Defendants Atrium and Aspen oppose amending the third-party complaint on grounds that the proposed amendments would not survive a motion to dismiss; thus, amending the Third Party Complaint would be futile.

Legal Relationship of the Parties as it Relates to the Pending Request to Amend

Before addressing the substantive issue of amendment, the Court finds it necessary to clarify the legal relationship between the parties as it relates to the pending request to amend the pleadings. To that end, the Court finds another brief review of the procedural history is necessary.

Plaintiff Stephen Spicer filed this lawsuit against Defendant New Image. Thereafter, Defendant New Image, as a Third-Party Plaintiff, filed a Third-Party Complaint against Atrium and Aspen as Third-Party Defendants. The Third-Party Complaint was filed pursuant to Rule 14 of the Federal Rules of Civil Procedure, which provides that

At any time after commencement of the action a defending party, as a third-party plaintiff, may cause a summons and complaint to be served upon a person not a party to the action who is or may be liable to the third-party plaintiff for all or part of the plaintiff's claim against the third-party plaintiff.

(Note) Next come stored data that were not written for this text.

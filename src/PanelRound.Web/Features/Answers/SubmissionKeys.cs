using System.Security.Cryptography;
using System.Text;
using System.Text.Json;
using Microsoft.EntityFrameworkCore;
using PanelRound.Data;
using PanelRound.Data.Entities;
using PanelRound.Web.Infrastructure;

namespace PanelRound.Web.Features.Answers;

/// <summary>
/// Idempotent submissions: the optional <c>Idempotency-Key</c> header of the expert API (and the
/// expert page's form key). The key is scoped to the membership and kept as a hash beside the
/// receipt it produced; a retry with the same key and the same answers gets that receipt back,
/// the same key with other answers is refused as bad input.
/// </summary>
public static class SubmissionKeys
{
    /// <summary>The request header (the name used by the HTTP working group's draft on idempotency keys).</summary>
    public const string Header = "Idempotency-Key";

    /// <summary>The longest key accepted.</summary>
    public const int MaxLength = 255;

    public readonly record struct Fingerprints(string KeyHash, string RequestHash);

    /// <summary>Checks a key as sent: printable ASCII, 1 to <see cref="MaxLength"/> characters; null when it is valid.</summary>
    public static string? Problem(string key) =>
        key.Length is 0 or > MaxLength || key.Any(c => c is < ' ' or > '~')
            ? $"An idempotency key is 1 to {MaxLength} printable ASCII characters (a UUID, for example)."
            : null;

    public static Fingerprints Fingerprint(string key, SubmissionInput input) =>
        new(Sha256(key), Sha256(JsonSerializer.Serialize(input)));

    public static SubmissionKey Record(int membershipId, Fingerprints key, SubmissionReceipt receipt) => new()
    {
        MembershipId = membershipId, KeyHash = key.KeyHash, RequestHash = key.RequestHash, RoundNumber = receipt.Round,
        Saved = receipt.Saved, IsDraft = receipt.Draft, WarningsJson = JsonSerializer.Serialize(receipt.Warnings), CreatedAt = receipt.At,
    };

    /// <summary>The earlier call's receipt for this key, a refusal when the key came with other answers, or null for a new key.</summary>
    public static async Task<Result<SubmissionReceipt>?> ReplayAsync(PanelRoundDbContext db, int membershipId, Fingerprints key)
    {
        var earlier = await db.SubmissionKeys.AsNoTracking().SingleOrDefaultAsync(k => k.MembershipId == membershipId && k.KeyHash == key.KeyHash);
        if (earlier is null)
        {
            return null;
        }
        if (earlier.RequestHash != key.RequestHash)
        {
            var errors = new FieldErrors();
            errors.Add(Header, "This idempotency key was already used for a different submission; send a new key with new answers.");
            return Result<SubmissionReceipt>.Invalid(errors);
        }
        var warnings = JsonSerializer.Deserialize<List<string>>(earlier.WarningsJson) ?? [];
        return Result<SubmissionReceipt>.Ok(new SubmissionReceipt(earlier.RoundNumber, earlier.Saved, earlier.IsDraft, earlier.CreatedAt, warnings, Replayed: true));
    }

    private static string Sha256(string text) => Convert.ToHexStringLower(SHA256.HashData(Encoding.UTF8.GetBytes(text)));
}
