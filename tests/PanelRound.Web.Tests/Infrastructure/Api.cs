using System.Net;
using System.Net.Http.Json;
using System.Text.Json;
using System.Text.Json.Nodes;
using System.Text.Json.Serialization;

namespace PanelRound.Web.Tests.Infrastructure;

/// <summary>Small helpers for calling the JSON API in tests.</summary>
public static class Api
{
    /// <summary>The API's JSON conventions: camelCase names, enums as their names.</summary>
    public static readonly JsonSerializerOptions Json = new(JsonSerializerDefaults.Web) { Converters = { new JsonStringEnumConverter() } };

    /// <summary>
    /// POST of CSV files as one multipart form (field <c>name</c>, file <c>name.csv</c>, text/csv), as the
    /// import endpoints take them; the answer as status, JSON body (null when empty) and text.
    /// </summary>
    public static async Task<(HttpStatusCode Status, JsonNode? Body, string Text)> PostCsvFiles(this HttpClient client, string url, params (string Name, string Content)[] files)
    {
        using var form = new MultipartFormDataContent();
        foreach (var (name, content) in files)
        {
            var part = new ByteArrayContent(System.Text.Encoding.UTF8.GetBytes(content));
            part.Headers.ContentType = new System.Net.Http.Headers.MediaTypeHeaderValue("text/csv");
            form.Add(part, name, name + ".csv");
        }
        using var r = await client.PostAsync(url, form);
        var text = await r.Content.ReadAsStringAsync();
        return (r.StatusCode, text.Length == 0 ? null : JsonNode.Parse(text), text);
    }

    /// <summary>GET that must answer 200, read as the API's own response type.</summary>
    public static async Task<T> GetAs<T>(this HttpClient client, string url) => Read<T>(await client.GetTextOk(url), url);

    /// <summary>POST that must answer the expected status, read as the API's own response type.</summary>
    public static async Task<T> PostAs<T>(this HttpClient client, string url, object body, HttpStatusCode expected = HttpStatusCode.Created)
    {
        var r = await client.PostAsJsonAsync(url, body, Json);
        var text = await r.Content.ReadAsStringAsync();
        Assert.True(r.StatusCode == expected, $"POST {url}: {(int)r.StatusCode} {text}");
        return Read<T>(text, url);
    }

    /// <summary>GET that must answer 200; the body as text (for assertions about what a response does not contain).</summary>
    public static async Task<string> GetTextOk(this HttpClient client, string url)
    {
        var r = await client.GetAsync(url);
        var text = await r.Content.ReadAsStringAsync();
        Assert.True(r.StatusCode == HttpStatusCode.OK, $"GET {url}: {(int)r.StatusCode} {text}");
        return text;
    }

    /// <summary>A response body as the API's type; a body that does not fit fails the test with the body shown.</summary>
    public static T Read<T>(string json, string url = "")
    {
        try
        {
            return JsonSerializer.Deserialize<T>(json, Json) ?? throw new JsonException("null");
        }
        catch (JsonException e)
        {
            Assert.Fail($"{url}: not a {typeof(T).Name}: {e.Message}\n{json}");
            throw;
        }
    }

    public static async Task<JsonNode> PostOk(this HttpClient client, string url, object body, HttpStatusCode expected = HttpStatusCode.Created)
    {
        var r = await client.PostAsJsonAsync(url, body, Json);
        var text = await r.Content.ReadAsStringAsync();
        Assert.True(r.StatusCode == expected, $"POST {url}: {(int)r.StatusCode} {text}");
        return JsonNode.Parse(text)!;
    }

    public static async Task<JsonNode> GetOk(this HttpClient client, string url)
    {
        var r = await client.GetAsync(url);
        var text = await r.Content.ReadAsStringAsync();
        Assert.True(r.StatusCode == HttpStatusCode.OK, $"GET {url}: {(int)r.StatusCode} {text}");
        return JsonNode.Parse(text)!;
    }

    public static async Task<(HttpStatusCode Status, JsonNode? Body)> Post(this HttpClient client, string url, object body)
    {
        var r = await client.PostAsJsonAsync(url, body, Json);
        var text = await r.Content.ReadAsStringAsync();
        return (r.StatusCode, text.Length == 0 ? null : JsonNode.Parse(text));
    }

    public static HttpClient WithExpertToken(this HttpClient client, string token)
    {
        client.DefaultRequestHeaders.Remove("X-Expert-Token");
        client.DefaultRequestHeaders.Add("X-Expert-Token", token);
        return client;
    }
}
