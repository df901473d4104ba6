using Microsoft.AspNetCore.Http.HttpResults;
using Microsoft.EntityFrameworkCore;
using PanelRound.Data;
using PanelRound.Data.Entities;
using PanelRound.Web.Infrastructure;

namespace PanelRound.Web.Features.Answers;

/// <summary>
/// The expert's API, authenticated by the personal link's token in <c>X-Expert-Token</c> (or
/// the link's cookie). A token reaches only its own membership: any other panel or membership
/// id, and an unknown or revoked token, answer 404; a call with neither token nor cookie answers 401.
/// </summary>
public static class ExpertApi
{
    public sealed record MembershipView(int MembershipId, int PanelId, string PanelCode, string State);

    public static IEndpointRouteBuilder MapExpertApi(this IEndpointRouteBuilder app)
    {
        var g = app.MapGroup("/api/expert").WithTags("Expert").DisableAntiforgery().AddEndpointFilter(async (ctx, next) =>
        {
            var db = ctx.HttpContext.RequestServices.GetRequiredService<PanelRoundDbContext>();
            // One connection for the whole request (closed when the request's context is disposed), not one per query.
            await db.Database.OpenConnectionAsync(ctx.HttpContext.RequestAborted);
            var m = await ExpertAccess.CurrentAsync(ctx.HttpContext, db);
            if (m is null)
            {
                return await ExpertAccess.PresentedAsync(ctx.HttpContext)
                    ? ApiResults.NotFound("This personal link is unknown or has been revoked.")
                    : TypedResults.Problem($"Send the personal link's token in the {ExpertAccess.TokenHeader} header, or open the link first.",
                        statusCode: StatusCodes.Status401Unauthorized, title: "Unauthorized");
            }
            ctx.HttpContext.Items[typeof(PanelMembership)] = m;
            return await next(ctx);
        });
        g.MapGet("/memberships/{membershipId:int}", GetMembership).WithName("GetOwnMembership").WithSummary("The token's own membership.");
        g.MapGet("/panels/{panelId:int}", GetForm).WithName("GetExpertForm")
            .WithSummary("The brief, questions with reference series, own answers and the previous round's anonymous feedback.");
        g.MapPost("/panels/{panelId:int}/estimates", Submit).WithName("SubmitEstimates")
            .WithSummary("Saves a draft or submits answers for the open round (each revision a new row; the latest counts).")
            .WithDescription("An optional Idempotency-Key header (1-255 printable ASCII characters, e.g. a UUID) makes a retry safe: "
                + "the same key with the same answers returns the first receipt (Replayed: true) and adds nothing; the same key with other answers answers 400.");
        return app;
    }

    private static PanelMembership Own(HttpContext ctx) => (PanelMembership)ctx.Items[typeof(PanelMembership)]!;

    public static Results<Ok<MembershipView>, ProblemHttpResult> GetMembership(int membershipId, HttpContext ctx)
    {
        var m = Own(ctx);
        return m.Id != membershipId
            ? ApiResults.NotFound($"Membership {membershipId} is not reachable with this link.")
            : TypedResults.Ok(new MembershipView(m.Id, m.PanelId, m.PanelCode, m.State.ToString()));
    }

    public static async Task<Results<Ok<ExpertForm>, ProblemHttpResult>> GetForm(int panelId, HttpContext ctx, ExpertAnswers answers)
    {
        var m = Own(ctx);
        return m.PanelId != panelId
            ? ApiResults.NotFound($"Panel {panelId} is not reachable with this link.")
            : TypedResults.Ok(await answers.GetFormAsync(m));
    }

    public static async Task<Results<Ok<SubmissionReceipt>, ValidationProblem, ProblemHttpResult>> Submit(
        int panelId, SubmissionInput input, HttpContext ctx, ExpertAnswers answers)
    {
        var m = Own(ctx);
        if (m.PanelId != panelId)
        {
            return ApiResults.NotFound($"Panel {panelId} is not reachable with this link.");
        }
        string? key = null;
        if (ctx.Request.Headers.TryGetValue(SubmissionKeys.Header, out var keys))
        {
            key = keys.Count == 1 ? keys[0] ?? "" : "";
            // An empty header is a malformed key, not an absent one.
            if ((keys.Count > 1 ? "Send one idempotency key." : SubmissionKeys.Problem(key)) is { } problem)
            {
                return TypedResults.ValidationProblem(new Dictionary<string, string[]> { [SubmissionKeys.Header] = [problem] }, title: "The input has errors.");
            }
        }
        return (await answers.SubmitAsync(m, input, key)).ToOk(r => r);
    }
}
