static float *stereo(size_t n)
{
    float *x = calloc(2 * n, sizeof *x);
    ck_assert_ptr_nonnull(x);
    return x;
}

static ml_pair_result pair_of(const float *x, size_t n, size_t block)
{
    ml_pair_config c = ml_pair_config_default(FS);
    ml_pair *q = NULL;
    ck_assert_int_eq(ml_pair_create(&c, &q), ML_OK);
    for (size_t i = 0; i < n; i += block)
        ck_assert_int_eq(ml_pair_push(q, x + 2 * i, n - i < block ? n - i : block, 2, 0, 1), ML_OK);
    ml_pair_result r;
    ck_assert_int_eq(ml_pair_get(q, &r), ML_OK);
    char buf[300];
    ck_assert_uint_gt(strlen(ml_pair_reason(&r, buf, sizeof buf)), 10);
    ml_pair_destroy(q);
    return r;
}

/* A 1 kHz tone with 50 Hz hum and noise: "audio". */
static double audio(size_t i, ts_rng *g)
{
    const double t = (double)i / FS;
    return 0.3 * sin(2 * TS_PI * 1000.0 * t) + 0.003 * sin(2 * TS_PI * 50.0 * t) + 1e-3 * ts_gauss(g);
}

START_TEST(pair_copies_are_not_iq)
{
    /* identical; near-identical (gain 0.8, independent noise 3e-3 on each); polarity inverted; a
     * real AM IF saved as stereo: one signal on both channels, never I/Q. */
    float *x = stereo(N3);
    ts_rng g = {1}, h = {2};
    for (int c = 0; c < 4; c++) {
        for (size_t i = 0; i < N3; i++) {
            const double t = (double)i / FS;
            double a = audio(i, &g), b = a;
            if (c == 1) {
                b = 0.8 * a + 3e-3 * ts_gauss(&h);
                a += 3e-3 * ts_gauss(&h);
            } else if (c == 2) {
                b = -a;
            } else if (c == 3) {
                a = 0.3 * (1 + 0.5 * sin(2 * TS_PI * 1000.0 * t)) * cos(2 * TS_PI * 12000.0 * t) + 1e-3 * ts_gauss(&g);
                b = a + 1e-3 * ts_gauss(&h);
            }
            x[2 * i] = (float)a;
            x[2 * i + 1] = (float)b;
        }
        ml_pair_result r = pair_of(x, N3, 4096);
        ck_assert_msg(r.verdict == ML_PAIR_COPIES, "case %d: verdict %d", c, r.verdict);
        if (c == 1) {
            /* S = 0.3^2/2 + 0.003^2/2 + 1e-6 (the audio's own noise is common), N = 9e-6 */
            const double S = 0.045 + 4.5e-6 + 1e-6, N = 9e-6, gg = 0.8;
            const double a11 = S + N, a22 = gg * gg * S + N, a12 = gg * S;
            const double lmax = 0.5 * (a11 + a22) + sqrt(0.25 * (a11 - a22) * (a11 - a22) + a12 * a12);
            ck_assert_double_eq_tol(r.principal_fraction, lmax / (a11 + a22), 1e-4);
        }
        if (c == 2)
            ck_assert_double_eq_tol(r.correlation, -1.0, 1e-9);
    }
    free(x);
}
END_TEST

START_TEST(pair_quadrature_at_several_carriers)
{
    /* I/Q of an AM carrier (m = 0.5, 1 kHz) at +3, -2.5, +12, -15 kHz, noise 1e-3 on each: I/Q, the
     * line at the carrier (0.05 Hz: the phase-advance estimate), its image far down (> 40 dB). */
    const double fc[] = {3000.0, -2500.0, 12000.0, -15000.0};
    float *x = stereo(N3);
    ts_rng g = {3};
    for (size_t k = 0; k < 4; k++) {
        for (size_t i = 0; i < N3; i++) {
            const double t = (double)i / FS, e = 0.3 * (1 + 0.5 * sin(2 * TS_PI * 1000.0 * t));
            x[2 * i] = (float)(e * cos(2 * TS_PI * fc[k] * t + 0.3) + 1e-3 * ts_gauss(&g));
            x[2 * i + 1] = (float)(e * sin(2 * TS_PI * fc[k] * t + 0.3) + 1e-3 * ts_gauss(&g));
        }
        ml_pair_result r = pair_of(x, N3, 4096);
        ck_assert_msg(r.verdict == ML_PAIR_IQ, "%g Hz: verdict %d", fc[k], r.verdict);
        ck_assert_double_eq_tol(r.line_hz, fc[k], 0.05);
        ck_assert(r.image_db > 40.0);
        ck_assert(fabs(r.principal_fraction - 0.5) < 0.01);
    }
    free(x);
}
END_TEST

START_TEST(pair_imbalance_image_ratio)
{
    /* A 2 kHz quadrature pair with gain error 2 dB / phase error 10 degrees, and 3 dB / 25 degrees:
     * still I/Q; image ratio against the analytic value (header) within 0.3 dB (noise 1e-4 in each
     * lobe is 60 dB below the image). */
    const double gdb[] = {2.0, 3.0}, pdeg[] = {10.0, 25.0};
    float *x = stereo(N3);
    ts_rng g = {4};
    for (size_t k = 0; k < 2; k++) {
        const double gg = pow(10.0, gdb[k] / 20.0), ph = pdeg[k] * TS_PI / 180.0;
        for (size_t i = 0; i < N3; i++) {
            const double t = (double)i / FS;
            x[2 * i] = (float)(gg * 0.3 * cos(2 * TS_PI * 2000.0 * t) + 1e-4 * ts_gauss(&g));
            x[2 * i + 1] = (float)(0.3 * sin(2 * TS_PI * 2000.0 * t + ph) + 1e-4 * ts_gauss(&g));
        }
        const double irr = 10.0 * log10((1 + gg * gg + 2 * gg * cos(ph)) / (1 + gg * gg - 2 * gg * cos(ph)));
        ml_pair_result r = pair_of(x, N3, 4096);
        ck_assert_int_eq(r.verdict, ML_PAIR_IQ);
        ck_assert_msg(fabs(r.image_db - irr) <= 0.3, "image %.3f dB vs %.3f", r.image_db, irr);
    }
    free(x);
}
END_TEST

START_TEST(pair_two_programmes_and_silence)
{
    /* Two different real signals (the audio and a 440 Hz tone): mirror-symmetric, not I/Q; a silent
     * second channel: ML_PAIR_SILENT (channel 2). Block invariance: 1, 7 and 4096 frames give the
     * same result bit for bit (the sums run in order). Nothing pushed: undecided. */
    float *x = stereo(N3);
    ts_rng g = {5}, h = {6};
    for (size_t i = 0; i < N3; i++) {
        x[2 * i] = (float)audio(i, &g);
        x[2 * i + 1] = (float)(0.2 * sin(2 * TS_PI * 440.0 * (double)i / FS) + 1e-3 * ts_gauss(&h));
    }
    ml_pair_result r = pair_of(x, N3, 4096);
    ck_assert_int_eq(r.verdict, ML_PAIR_TWO_SIGNALS);
    ck_assert(fabs(r.image_db) < 3.0);
    const size_t blocks[] = {1, 7};
    for (size_t b = 0; b < 2; b++) {
        ml_pair_result o = pair_of(x, N3, blocks[b]);
        ck_assert_int_eq(o.verdict, r.verdict);
        ck_assert(o.correlation == r.correlation && o.image_db == r.image_db && o.line_hz == r.line_hz);
    }
    for (size_t i = 0; i < N3; i++)
        x[2 * i + 1] = 0.0f;
    r = pair_of(x, N3, 4096);
    ck_assert_int_eq(r.verdict, ML_PAIR_SILENT);
    ck_assert_uint_eq(r.silent_channel, 2);
    free(x);

    ml_pair_config c = ml_pair_config_default(FS);
    ck_assert_uint_eq(c.nfft, 16384);
    ml_pair *q = NULL;
    ck_assert_int_eq(ml_pair_create(&c, &q), ML_OK);
    ck_assert_int_eq(ml_pair_get(q, &r), ML_OK);
    ck_assert_int_eq(r.verdict, ML_PAIR_UNDECIDED);
    float f[4] = {0};
    ck_assert_int_eq(ml_pair_push(q, f, 2, 2, 0, 0), ML_EINVAL);
    ck_assert_int_eq(ml_pair_push(q, f, 1, 2, 0, 2), ML_EINVAL);
    ck_assert_int_eq(ml_pair_push(q, f, 1, 1, 0, 1), ML_EINVAL);
    ck_assert_int_eq(ml_pair_push(q, NULL, 1, 2, 0, 1), ML_EINVAL);
    ck_assert_int_eq(ml_pair_push(q, f, 2, 2, 0, 1), ML_OK);
    ml_pair_reset(q);
    ck_assert_int_eq(ml_pair_get(q, &r), ML_OK);
    ck_assert_int_eq(r.verdict, ML_PAIR_UNDECIDED);
    ml_pair_destroy(q);
    c.nfft = 1000;
    ck_assert_int_eq(ml_pair_create(&c, &q), ML_EINVAL);
    ck_assert_ptr_null(q);
    c = ml_pair_config_default(0.0);
    ck_assert_int_eq(ml_pair_create(&c, &q), ML_EINVAL);
}
END_TEST
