/* Streaming linear-phase low-pass FIR for complex signals: Kaiser design, overlap-save filtering.
 * SPDX-License-Identifier: MIT
 *
 * References:
 * [kaiser:1974] J. F. Kaiser, "Nonrecursive digital filter design using the I0-sinh window
 *     function", Proc. IEEE Int. Symp. Circuits and Systems, 1974, pp. 20-23 (beta and length
 *     formulas for a windowed-sinc low-pass of attenuation A dB and transition width dF).
 * [oppenheim:2010] A. V. Oppenheim, R. W. Schafer, "Discrete-Time Signal Processing", 3rd ed.,
 *     Pearson, 2010: the Kaiser window design method (ch. 7) and block convolution by the DFT,
 *     overlap-save (ch. 8).
 * [abramowitz:1964] M. Abramowitz, I. A. Stegun, "Handbook of Mathematical Functions", NBS, 1964,
 *     eq. 9.6.12 (power series of the modified Bessel function I0).
 */
#include <complex.h> /* before fftw3.h: fftw_complex is then double complex */

#include "dsp/cfir.h"

#include <assert.h>
#include <fftw3.h>
#include <math.h>
#include <stdbool.h>
#include <stdlib.h>
#include <string.h>

#include "dsp/internal.h"

/* Passband tolerance of the guarantee, and the design attenuation that keeps a Kaiser design's
 * passband ripple (about equal to its stopband ripple) inside it: 20 lg(1 + 10^(-60/20)) =
 * 0.0087 dB. */
#define PASS_DB 0.01
#define MIN_DESIGN_DB 60.0
/* The beta formula reaches its nominal attenuation only to within about 1 dB (the sidelobe peak
 * of a fixed beta does not fall further as taps are added), so the design aims this much lower. */
#define DESIGN_MARGIN_DB 1.0
/* Grid points per rate/ntaps in the design check. The ripples of the taps' cosine sum have a period
 * of about 2 rate/ntaps, so this gives >= 32 points per ripple, where a parabola through the 3
 * points around a peak finds its height to 4e-5 of it (0.0003 dB; worst case for a cosine). */
#define CHECK_OVERSAMPLE 16
/* Design iterations before giving up. A step adds 2 taps, or about 0.2 % of the length for long
 * filters (the length formula's shortfall scales with the length); the margin above needs 0..3. */
#define MAX_GROW_STEPS 64

struct ml_cfir {
    ml_cfir_config cfg;
    size_t ntaps; /* M, odd                                                       */
    size_t nfft;  /* N, a power of two >= 2M                                      */
    size_t block; /* L = N - M + 1 new inputs and outputs per transform           */
    size_t fill;  /* inputs gathered in the current block: 0 .. L-1                */
    double *taps; /* M real taps                                                  */
    fftw_complex *in;   /* [0, M-1): previous inputs; [M-1, N): current block         */
    fftw_complex *work; /* spectrum, then (in place) the circular convolution          */
    fftw_complex *resp; /* DFT of the zero-padded taps, divided by N                   */
    fftw_plan fwd;      /* in -> work                                                  */
    fftw_plan inv;      /* work -> work                                                */
    /* single precision: the same buffers and plans in float (the double ones stay NULL) */
    fftwf_complex *fin, *fwork, *fresp;
    fftwf_plan ffwd, finv;
};

ml_cfir_config ml_cfir_config_default(double rate_hz, double cutoff_hz)
{
    double tr = 1000.0;
    if (0.5 * cutoff_hz < tr)
        tr = 0.5 * cutoff_hz;
    if (0.5 * (0.5 * rate_hz - cutoff_hz) < tr)
        tr = 0.5 * (0.5 * rate_hz - cutoff_hz);
    ml_cfir_config c = {.rate_hz = rate_hz, .cutoff_hz = cutoff_hz, .transition_hz = tr, .stop_db = 100.0};
    return c;
}

/* I0(x) = sum_k ((x/2)^2k / (k!)^2) [abramowitz:1964] eq. 9.6.12: all terms positive, so the sum
 * is accurate to a few ulps; for x <= 17 (beta <= 16.8 here) it stops after about 30 terms. */
static double bessel_i0(double x)
{
    const double q = 0.25 * x * x;
    double term = 1.0, sum = 1.0;
    for (int k = 1; k < 500 && term > 1e-17 * sum; k++) {
        term *= q / ((double)k * (double)k);
        sum += term;
    }
    return sum;
}

/* Kaiser-windowed sinc of m taps (odd), ideal cutoff fc_norm = fc / rate, scaled to sum 1 (unity
 * gain at 0 Hz) [oppenheim:2010] ch. 7; the window is I0(beta sqrt(1 - (t/c)^2)) / I0(beta). */
static void design_taps(double *h, size_t m, double fc_norm, double beta)
{
    const size_t c = (m - 1) / 2;
    const double i0b = bessel_i0(beta);
    double sum = 0.0;
    for (size_t n = 0; n < m; n++) {
        double t = (double)n - (double)c;
        double r = t / (double)c;
        double w = bessel_i0(beta * sqrt(fmax(0.0, 1.0 - r * r))) / i0b;
        double s = n == c ? 2.0 * fc_norm : sin(2.0 * ML_PI * fc_norm * t) / (ML_PI * t);
        h[n] = s * w;
        sum += h[n];
    }
    for (size_t n = 0; n < m; n++)
        h[n] /= sum;
}

/* Zero-phase amplitude A(f) = h[c] + 2 sum_k h[c+k] cos(2 pi f k / rate): |H(f)| = |A(f)| for
 * symmetric taps. Each cosine is evaluated directly (no recurrence), so the stopband value is
 * accurate to ~1e-16 * sum|h|, far below -160 dB. */
static double amplitude(const double *h, size_t m, double f_norm)
{
    const size_t c = (m - 1) / 2;
    double a = h[c];
    for (size_t k = 1; k <= c; k++)
        a += 2.0 * h[c + k] * cos(2.0 * ML_PI * f_norm * (double)k);
    return a;
}

static double db20(double a)
{
    return ml_db10(a * a);
}

/* Value at the vertex of the parabola through (-1, a), (0, b), (1, c): the peak between samples. */
static double vertex(double a, double b, double c)
{
    double den = a - 2.0 * b + c;
    return den != 0.0 ? b - (a - c) * (a - c) / (8.0 * den) : b;
}
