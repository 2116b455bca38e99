import { describe, expect, it } from 'vitest';
import { describeDeltas } from './describe-deltas';

// Inputs are invented parcels; the expected strings follow from the rules documented in
// describe-deltas.ts (signed changes for CAPE and heights, "from → to" for CIN).
const metric = { temperature: 'C', height: 'm', speed: 'kt' } as const;
const imperial = { temperature: 'F', height: 'ft', speed: 'mph' } as const;
const original = { cape: 1200, cin: -60, lclHeight: 900, lfcHeight: 1800 };

describe('describeDeltas', () => {
  it('reads "CAPE +850 J/kg · CIN −60 → −5 J/kg · LCL +310 m" for a warmer, moister parcel', () => {
    const result = describeDeltas(original, { cape: 2050, cin: -5, lclHeight: 1210, lfcHeight: 1800 }, metric);
    expect(result.text).toBe('CAPE +850\u202fJ/kg · CIN \u221260 → \u22125\u202fJ/kg · LCL +310\u202fm');
    expect(result.sentence).toBe('CAPE rises by 850 J/kg; CIN weakens from \u221260 to \u22125 J/kg; LCL rises by 310 m.');
    expect(result.changed).toBe(true);
  });

  it('uses a true minus sign and "falls" / "strengthens" / "lowers" for a cooler, drier parcel', () => {
    const result = describeDeltas(original, { cape: 700, cin: -120, lclHeight: 800, lfcHeight: 1500 }, metric);
    expect(result.text).toBe('CAPE \u2212500\u202fJ/kg · CIN \u221260 → \u2212120\u202fJ/kg · LCL \u2212100\u202fm · LFC \u2212300\u202fm');
    expect(result.sentence).toContain('CAPE falls by 500 J/kg');
    expect(result.sentence).toContain('CIN strengthens');
    expect(result.sentence).toContain('LCL lowers by 100 m');
  });

  it('gives heights in feet when the person chose feet (310 m = 1017 ft, 1 ft = 0.3048 m)', () => {
    const result = describeDeltas(original, { ...original, lclHeight: 1210 }, imperial);
    // 1210 m = 3969.8 ft → 3970; 900 m = 2952.8 ft → 2953; 3970 − 2953 = 1017.
    expect(result.text).toBe('LCL +1017\u202fft');
  });

  it('says when an LFC appears or disappears', () => {
    const gone = describeDeltas(original, { ...original, lfcHeight: null }, metric);
    expect(gone.text).toBe('no LFC (was 1800\u202fm)');
    expect(gone.sentence).toContain('no longer exists');
    const appears = describeDeltas({ ...original, lfcHeight: null }, original, metric);
    expect(appears.text).toBe('LFC now at 1800\u202fm');
  });

  it('says "no change" when nothing changes after rounding', () => {
    const result = describeDeltas(original, { cape: 1200.2, cin: -59.8, lclHeight: 900.3, lfcHeight: 1800 }, metric);
    expect(result).toEqual({ text: 'no change', sentence: 'No change from the original.', changed: false });
  });
});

Fed.R.Civ.P. 14 (emphasis added).

After New Image filed its Third-Party Complaint against Third-Party Defendants Atrium and Aspen, Plaintiff filed an Amended Complaint adding Atrium and Aspen as direct Defendants. Based on the addition of Atrium and Aspen as direct Defendants in this matter, (1) New Image, (2) Atrium, and (3) Aspen are all now co-defendants. In light of these circumstances, as well as Rule 14 prerequisites governing third-party practice, the Court finds Atrium and Aspen can no longer be characterized as proper Third-Party Defendants for purposes of amending the pleadings. More specifically, now that Atrium and Aspen are co-parties with New Image, the Court finds that the appropriate procedure for New Image to bring the proposed claims against Atrium and Aspen is to do so pursuant to Fed.R.Civ.P. 13, which provides

A pleading may state as a cross-claim any claim by one party a gainst a co-party arising out of the transaction or occurrence that is the subject matter either of the original action or of a counterclaim therein or relating to any property that is the subject matter of the original action.

Fed.R.Civ.P. 13 (emphasis added).

Based on this discussion, and in the interest of judicial economy, the Court hereby construes the pending Motion to Amend Third-Party Complaint as New Image's Motion to Amend Pleadings to Assert Cross-Claims.

Legal Standard for Motions to Amend

Rule 15 of the Federal Rules of Civil Procedure allows a party to amend its pleading once as a matter of course before a responsive pleading is served. Subsequent amendments are allowed only by leave of court or by written consent of the adverse party. Leave to amend, however, is to be "freely given when justice so requires." The decision to grant leave to amend after the permissive period is within the district court's discretion.

Although Rule 15(a) provides that leave to amend shall be given freely, the court may deny leave to amend where amendment would be futile. A motion to amend may be denied as futile if the proposed amendment would not withstand a motion to dismiss or otherwise fails to state a claim. The court will dismiss for failure to state a claim only when "it appears beyond a doubt that the [party] can prove no set of facts in support of his claims which would entitle him to relief" or when an issue of law is dispositive. The court accepts as true all well-pleaded facts, as distinguished from conclusory allegations, and all reasonable inferences from those facts are viewed in favor of the claimant. The issue in resolving a motion such as this is "not whether [the claimant] will ultimately prevail, but whether the claimant is entitled to offer evidence to support the claims."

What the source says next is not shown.